## THE TASK
Your answer must be the lines of the entries below, exactly as written, from the first line through the line containing "# limitations under the License.".

AVAILABLE DATA START

# Copyright 2026 The helpaware_node authors
#
# Licensed under the Apache License, Version 2.0 (the "License");
# you may not use this file except in compliance with the License.
# You may obtain a copy of the License at
#
#     http://www.apache.org/licenses/LICENSE-2.0
#
# Unless required by applicable law or agreed to in writing, software
# distributed under the License is distributed on an "AS IS" BASIS,
# WITHOUT WARRANTIES OR CONDITIONS OF ANY KIND, either express or implied.
# See the License for the specific language governing permissions and
# limitations under the License.

"""`colcon test` runs the package's tests in a workspace, and `colcon test-result` reads them.

A copy of the source with its tests, as a clone has it, is built and tested the way a ROS 2 user
does it. Only the linter tests run in it (`--pytest-args -m linter`, about half a minute): the
rest of the suite is this run itself. The README ("Testing under colcon") gives the commands.
"""
import os
import re
import shutil
import subprocess
import xml.etree.ElementTree as ET

from installs import build_environment, colcon_command, copy_source, PACKAGE, ROOT
import pytest

TIMEOUT_S = 600


def colcon(workspace, *args):
    proc = subprocess.run([colcon_command(), "--log-base", "log", *args], cwd=workspace,
                          env=build_environment(), capture_output=True, text=True,
                          timeout=TIMEOUT_S)
    return proc.returncode, proc.stdout + proc.stderr


@pytest.mark.slow
def test_colcon_test_runs_the_linter_tests_and_test_result_passes(tmp_path):
    if colcon_command() is None:
        pytest.skip("colcon is not installed here (requirements.txt lists colcon-core, "
                    "colcon-ros, colcon-package-selection, colcon-bash): not tested")
    workspace = str(tmp_path)
    src = os.path.join(workspace, "src", PACKAGE)
    copy_source(src)
    ignore = shutil.ignore_patterns("__pycache__", "*.pyc")
    for folder in ("test", "tools"):   # what a clone has beside the build's own entries
        shutil.copytree(os.path.join(ROOT, folder), os.path.join(src, folder), ignore=ignore)
    shutil.copy2(os.path.join(ROOT, "ruff.toml"), src)

    rc, out = colcon(workspace, "build", "--packages-select", PACKAGE)
    assert rc == 0, out[-3000:]
    rc, out = colcon(workspace, "test", "--packages-select", PACKAGE,
                     "--event-handlers", "console_direct+", "--pytest-args", "-m", "linter")
    assert rc == 0, out[-3000:]
    rc, result = colcon(workspace, "test-result", "--verbose")
    assert rc == 0, result[-3000:]

    summary = re.search(r"Summary: (\d+) tests?, (\d+) errors?, (\d+) failures?", result)
    assert summary, result[-2000:]
    tests, errors, failures = (int(g) for g in summary.groups())
    assert errors == 0 and failures == 0, result[-3000:]
    # the JUnit file colcon wrote names the two linter tests, and neither failed
    cases = ET.parse(os.path.join(workspace, "build", PACKAGE, "pytest.xml")).getroot()
    by_name = {c.get("name"): c for c in cases.iter("testcase")}
    for name in ("test_flake8", "test_pep257"):
        assert name in by_name, sorted(by_name)
        assert by_name[name].find("failure") is None and by_name[name].find("skipped") is None
    assert tests == len(by_name)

AVAILABLE DATA END

## SOLVED PROBLEM
# Copyright 2026 The helpaware_node authors
#
# Licensed under the Apache License, Version 2.0 (the "License");
# you may not use this file except in compliance with the License.
# You may obtain a copy of the License at
#
#     http://www.apache.org/licenses/LICENSE-2.0
#
# Unless required by applicable law or agreed to in writing, software
# distributed under the License is distributed on an "AS IS" BASIS,
# WITHOUT WARRANTIES OR CONDITIONS OF ANY KIND, either express or implied.
# See the License for the specific language governing permissions and
# limitations under the License.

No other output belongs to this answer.